* PROBLEM REQUIREMENTS *
Everything from the first line of the entries through the line containing "for (const name" is to be retyped exactly, and nothing beyond it.

* EXTRACTED MATERIAL *
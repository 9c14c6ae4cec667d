import { type Browser, expect, test } from 'playwright/test';
import { faultsOf, signIn } from './session.ts';

const photo = Buffer.from('iVBORw0KGgoAAAANSUhEUgAAAAEAAAABCAYAAAAfFcSJAAAADUlEQVR42mNkYPhfDwAChwGA60e6kgAAAABJRU5ErkJggg==', 'base64');

/** The demo's trial, so that there is a flag to answer. */
async function publishCheck(browser: Browser): Promise<void> {
	const context = await browser.newContext();
	const page = await context.newPage();
	await signIn(page, 'site-engineer');
	await page.getByRole('link', { name: /Marrowby/ }).click();
	await page.getByRole('link', { name: /^Check/ }).click();
	await page.getByRole('button', { name: /^Publish/ }).click();
	await page
		.getByRole('dialog')
		.getByRole('button', { name: /^Publish/ })
		.click();
	await expect(page.getByRole('dialog')).toHaveCount(0);
	await context.close();
}

test('a contractor answers a flag on a phone without a line; it is sent once the line is back', async ({ browser }) => {
	const context = await browser.newContext({ viewport: { width: 360, height: 780 }, hasTouch: true, isMobile: true });
	const page = await context.newPage();
	const faults = faultsOf(page);
	await signIn(page, 'contractor');
	await page.getByRole('link', { name: /Marrowby/ }).click();
	await page.waitForURL(/\/sites\/[0-9a-f-]{36}/);
	await page.goto(`${new URL(page.url()).pathname}/flags`);
	await expect(page.getByRole('heading', { level: 1 })).toBeVisible();
	const open = page.getByRole('button', { name: /^to answer/ });
	if ((await open.count()) === 0) {
		await publishCheck(browser);
		await page.reload();
	}
	await open.click();
	await expect(page).toHaveURL(/show=/);
	await page.goto((await page.locator('tbody a').first().getAttribute('href')) ?? '');
	await expect(page.getByRole('group', { name: 'Your answer' })).toBeVisible();
	for (const name of ['Send answer', 'Camera']) {
		const box = await page.getByText(name, { exact: true }).first().boundingBox();
		expect(box?.height).toBeGreaterThanOrEqual(20);
		expect(box?.y).toBeGreaterThan(640);
	}

	await context.setOffline(true);
	await page.getByText('We ask to leave it').click();
	await page.getByRole('textbox', { name: 'Why it does no harm' }).fill('The cladding has 40 mm of play.');
	await page.getByRole('button', { name: 'Send answer' }).click();
	await expect(page.getByText(/No line\. 1 answer waits on this phone \(\d\d:\d\d\)/)).toBeVisible();
	await page.locator('input[type=file][capture]').setInputFiles({ name: 'IMG_1.png', mimeType: 'image/png', buffer: photo });
	await expect(page.getByText(/No line\. 1 answer and 1 photo wait on this phone/)).toBeVisible();
	await context.setOffline(false);
	await expect(page.getByText(/No line\./)).toHaveCount(0, { timeout: 45_000 });
	await expect(page.getByRole('button', { name: 'Change answer' })).toBeVisible();
	await expect(page.getByText('Asks for a concession', { exact: true })).toBeVisible();
	await expect(page.getByRole('img', { name: /^By / })).toBeVisible();
	await page.getByRole('button', { name: 'Take back' }).click();
	await expect(page.getByRole('button', { name: 'Send answer' })).toBeVisible();
	expect(faults().filter((one) => !/ERR_INTERNET_DISCONNECTED/.test(one))).toEqual([]);
	await context.close();
});
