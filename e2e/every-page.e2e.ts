import { readFileSync } from 'node:fs';
import { createRequire } from 'node:module';
import { expect, type Page, test } from 'playwright/test';
import { faultsOf, signIn } from './session.ts';

/** Every page of the demo site in its widths and colour sets: no serious fault of accessibility, nothing wider than the screen. */

const axeSource = readFileSync(createRequire(import.meta.url).resolve('axe-core/axe.min.js'), 'utf8');
/** Colours are the same at every width, and the sun set has the widest letters: each width in light and sun, each set at the desk. */
const widths = [
	{ name: 'desk', width: 1280, height: 960, sets: ['light', 'dark', 'sun'] },
	{ name: 'tablet', width: 820, height: 1180, sets: ['sun'] },
	{ name: 'phone', width: 360, height: 780, sets: ['light', 'sun'] },
] as const;
/** Pictures are kept where asked for, to be looked at beside the drawings. */
const pictureFolder = process.env.PICTURES;

interface AxeFault {
	id: string;
	impact: string | null;
	nodes: { html: string }[];
}

async function seriousFaults(page: Page): Promise<string[]> {
	await page.evaluate(axeSource);
	const violations = await page.evaluate(async () => {
		const { axe } = window as unknown as { axe: { run: (context: Document, options: object) => Promise<{ violations: AxeFault[] }> } };
		const tags = ['wcag2a', 'wcag2aa', 'wcag21a', 'wcag21aa', 'wcag22aa'];
		return (await axe.run(document, { runOnly: { type: 'tag', values: tags } })).violations;
	});
	return violations
		.filter(({ impact }) => impact === 'serious' || impact === 'critical')
		.map(({ id, nodes }) => `${id}: ${nodes[0]?.html.slice(0, 160)}`);
}

/** The address of every page of the demo site, by name. */
async function pagesOf(page: Page): Promise<[string, string][]> {
	await page.goto('/sites');
	await page.getByRole('link', { name: /Marrowby/ }).click();
	await page.waitForURL(/\/sites\/[0-9a-f-]{36}$/);
	const site = new URL(page.url()).pathname;
	const linkTo = async (from: string, pattern: RegExp) => {
		await page.goto(from);
		await expect(page.getByRole('heading', { level: 1 })).toBeVisible();
		const links = await page.locator('a').evaluateAll((all) => all.map((link) => link.getAttribute('href') ?? ''));
		const found = links.find((href) => pattern.test(href));
		expect(found, `a link like ${pattern} on ${from}`).toBeDefined();
		return new URL(found ?? '', page.url()).pathname;
	};
	const id = '[0-9a-f-]{36}';
	const revision = await linkTo(`${site}/model`, new RegExp(`/model/${id}`));
	const survey = await linkTo(`${site}/surveys`, new RegExp(`/surveys/${id}$`));
	const fit = await linkTo(survey, new RegExp(`/setups/${id}`));
	const check = await linkTo(`${site}/check`, new RegExp(`/checks/${id}`));
	const sheet = await linkTo(check, new RegExp(`/sheets/${id}`));
	const pour = await linkTo(`${site}/pours`, new RegExp(`/pours/${id}$`));
	const flag = await linkTo(`${site}/flags`, new RegExp(`/flags/${id}$`));
	const record = await linkTo(`${site}/records`, new RegExp(`/records/${id}$`));
	return [
		['sites', '/sites'],
		['board', site],
		['people', `${site}/people`],
		['record of acts', `${site}/audit`],
		['settings', `${site}/settings`],
		['account', '/account'],
		['mailbox', '/mailbox'],
		['model', `${site}/model`],
		['revision', revision],
		['control', `${site}/control`],
		['surveys', `${site}/surveys`],
		['survey', survey],
		['fit', fit],
		['checks', `${site}/check`],
		['check', check],
		['sheet', sheet],
		['pours', `${site}/pours`],
		['pour', pour],
		['elements of a pour', `${pour}/elements`],
		['flags', `${site}/flags`],
		['flag', flag],
		['shoot list', `${site}/shoot-list`],
		['records', `${site}/records`],
		['record', record],
		['verify', '/verify'],
		['sheets', `${site}/sheets`],
		['before going out', `${site}/plan-survey`],
		['did a mark move', `${site}/stability`],
		['nowhere', `${site}/nowhere`],
	];
}

test('every page stands in every width and colour set', async ({ page }) => {
	test.setTimeout(600_000);
	const faults = faultsOf(page);
	await signIn(page, 'site-engineer');
	const pages = await pagesOf(page);
	const wrong: string[] = [];
	for (const { name: widthName, width, height, sets } of widths) {
		await page.setViewportSize({ width, height });
		for (const set of sets) {
			await page.evaluate((wish) => localStorage.setItem('batterboard.colour-set', wish), set);
			for (const [name, address] of pages) {
				await page.goto(address);
				await expect(page.getByRole('heading', { level: 1 })).toBeVisible();
				await page.evaluate(() => document.fonts.ready);
				await expect(page.locator('[role=status][aria-label$="loading"]')).toHaveCount(0);
				const overhang = await page.evaluate(() => document.documentElement.scrollWidth - document.documentElement.clientWidth);
				if (overhang > 0) wrong.push(`${name} ${widthName} ${set}: ${overhang} px wider than the screen`);
				for (const fault of await seriousFaults(page)) wrong.push(`${name} ${widthName} ${set}: ${fault}`);
				if (pictureFolder) await page.screenshot({ path: `${pictureFolder}/${name}-${widthName}-${set}.png` });
			}
		}
	}
	expect(wrong).toEqual([]);
	expect(faults()).toEqual([]);
});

* EXPECTED OUTPUT *
repository 9c14c6ae4cec667d
import { type Browser, expect, test } from 'playwright/test';
import { faultsOf, signIn } from './session.ts';

const photo = Buffer.from('iVBORw0KGgoAAAANSUhEUgAAAAEAAAABCAYAAAAfFcSJAAAADUlEQVR42mNkYPhfDwAChwGA60e6kgAAAABJRU5ErkJggg==', 'base64');

/** The demo's trial, so that there is a flag to answer. */
async function publishCheck(browser: Browser): Promise<void> {
	const context = await browser.newContext();
	const page = await context.newPage();
	await signIn(page, 'site-engineer');
	await page.getByRole('link', { name: /Marrowby/ }).click();
	await page.getByRole('link', { name: /^Check/ }).click();
	await page.getByRole('button', { name: /^Publish/ }).click();
	await page
		.getByRole('dialog')
		.getByRole('button', { name: /^Publish/ })
		.click();
	await expect(page.getByRole('dialog')).toHaveCount(0);
	await context.close();
}

test('a contractor answers a flag on a phone without a line; it is sent once the line is back', async ({ browser }) => {
	const context = await browser.newContext({ viewport: { width: 360, height: 780 }, hasTouch: true, isMobile: true });
	const page = await context.newPage();
	const faults = faultsOf(page);
	await signIn(page, 'contractor');
	await page.getByRole('link', { name: /Marrowby/ }).click();
	await page.waitForURL(/\/sites\/[0-9a-f-]{36}/);
	await page.goto(`${new URL(page.url()).pathname}/flags`);
	await expect(page.getByRole('heading', { level: 1 })).toBeVisible();
	const open = page.getByRole('button', { name: /^to answer/ });
	if ((await open.count()) === 0) {
		await publishCheck(browser);
		await page.reload();
	}
	await open.click();
	await expect(page).toHaveURL(/show=/);
	await page.goto((await page.locator('tbody a').first().getAttribute('href')) ?? '');
	await expect(page.getByRole('group', { name: 'Your answer' })).toBeVisible();
	for (const name of ['Send answer', 'Camera']) {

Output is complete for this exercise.